# is this a GIOS



## dynaMO (Jul 2, 2008)

Hello,


I bought a bike sold to me as an overpainted GIOS.
The pre-owner told me that he had to have an expertise to get the original GIOS decals about 20 years ago.
Therefore I believed that this is a REAL ONE.
Comparing available pictures of vintage GIOS-classics now it seems to me that it might be a fake.
There is no serial number
So before I start a restauration I need to know if its worth it.
It would be very kind if you take a look at the attached pictures and tell me more?

Thank you very much.


----------



## sam (Jul 5, 2008)

some of the guys on the cr list know Italian bikes very well--I'd first try there.
And BTW what did it cost ---looks to be a nice frame even if it isn't what you first thought.


----------



## dynaMO (Jul 6, 2008)

*Thank you Sam*

I'll try it there.
The price I paid was 65 EUR (100$).
The bike iswas equipped with a Shimano Crane rear derailleur, Dura Ace 1st gen. front derailleur, crank set, headset and brakes/brake levers a 3ttt stem the 3ttt supperleggero handlebar, so that I think the price is OK.
I did some research and found out that it may be an ITALJET or TORPADO but i can't find out which model it might be.

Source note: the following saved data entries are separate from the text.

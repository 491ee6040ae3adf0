import { Bench } from 'tinybench';
import type { BenchCase } from './bench-case.ts';

/** Runs each case beside its peer and prints the ratio of the medians. */
export async function printRatios(cases: (() => BenchCase | Promise<BenchCase>)[]): Promise<void> {
  console.log('case | peer | ratio (own median / peer median) | spread of own (p75 / median)');
  for (const make of cases) {
    const { name, peerName, own, peer, end } = await make();
    const bench = new Bench({ time: 1500, warmupTime: 300 });
    bench.add('own', own).add('peer', peer);
    await bench.run();
    end();
    const [ownMedian, peerMedian] = [medianOf(bench, 'own'), medianOf(bench, 'peer')];
    console.log(
      `${name} | ${peerName} | ${(ownMedian.p50 / peerMedian.p50).toFixed(2)} | ${(ownMedian.p75 / ownMedian.p50).toFixed(2)}`,
    );
  }
}

function medianOf(bench: Bench, name: string): { p50: number; p75: number } {
  const result = bench.getTask(name)?.result;
  if (result && 'latency' in result) return { p50: result.latency.p50, p75: result.latency.p75 };
  throw new Error(`${name} did not finish`);
}
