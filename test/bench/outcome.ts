import type { Peer, Values } from './bench-case.ts';

/** Median time and what came out. */
export interface Measured {
  medianMs: number;
  values: Values;
}

export interface Outcome {
  ratio: number;
  isMet: boolean;
  agrees: boolean;
  /** One line for the reader. */
  line: string;
}

/** Our run beside a peer's: the ratio of medians, whether it meets the target, and whether both came to the same. */
export function outcome(name: string, peer: Omit<Peer, 'work'>, own: Measured, other: Measured): Outcome {
  const ratio = own.medianMs / other.medianMs;
  const isMet = peer.atMost === undefined || ratio <= peer.atMost;
  const agreement = peer.compare?.(own.values, other.values);
  const agrees = agreement?.agrees ?? true;
  const target = peer.atMost === undefined ? 'no target' : `at most ${peer.atMost}: ${isMet ? 'met' : 'MISSED'}`;
  const values = agreement ? `values ${agreement.agrees ? 'agree' : 'DIFFER'}: ${agreement.inWords}` : 'not compared';
  const cells = [
    name,
    peer.name,
    milliseconds(own),
    milliseconds(other),
    `ratio ${ratio.toPrecision(2)}`,
    target,
    values,
  ];
  return { ratio, isMet, agrees, line: cells.join(' | ') };
}

function milliseconds({ medianMs }: Measured): string {
  return `${Number(medianMs.toPrecision(3))} ms`;
}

So I'll try it with the CR list.


----------



## Bikephreak (Dec 13, 2008)

*Gios Torino... Doubt it...*

These pictures do not look like a Gios. Do you have more pictures of the lug work? I might have a better idea with more images.


----------



## JOEL (Jan 13, 2009)

Mine has Gios-embossed lugs, seatstays, and drops (mid 80s). Very different frame design than yours. Nice frame though.


----------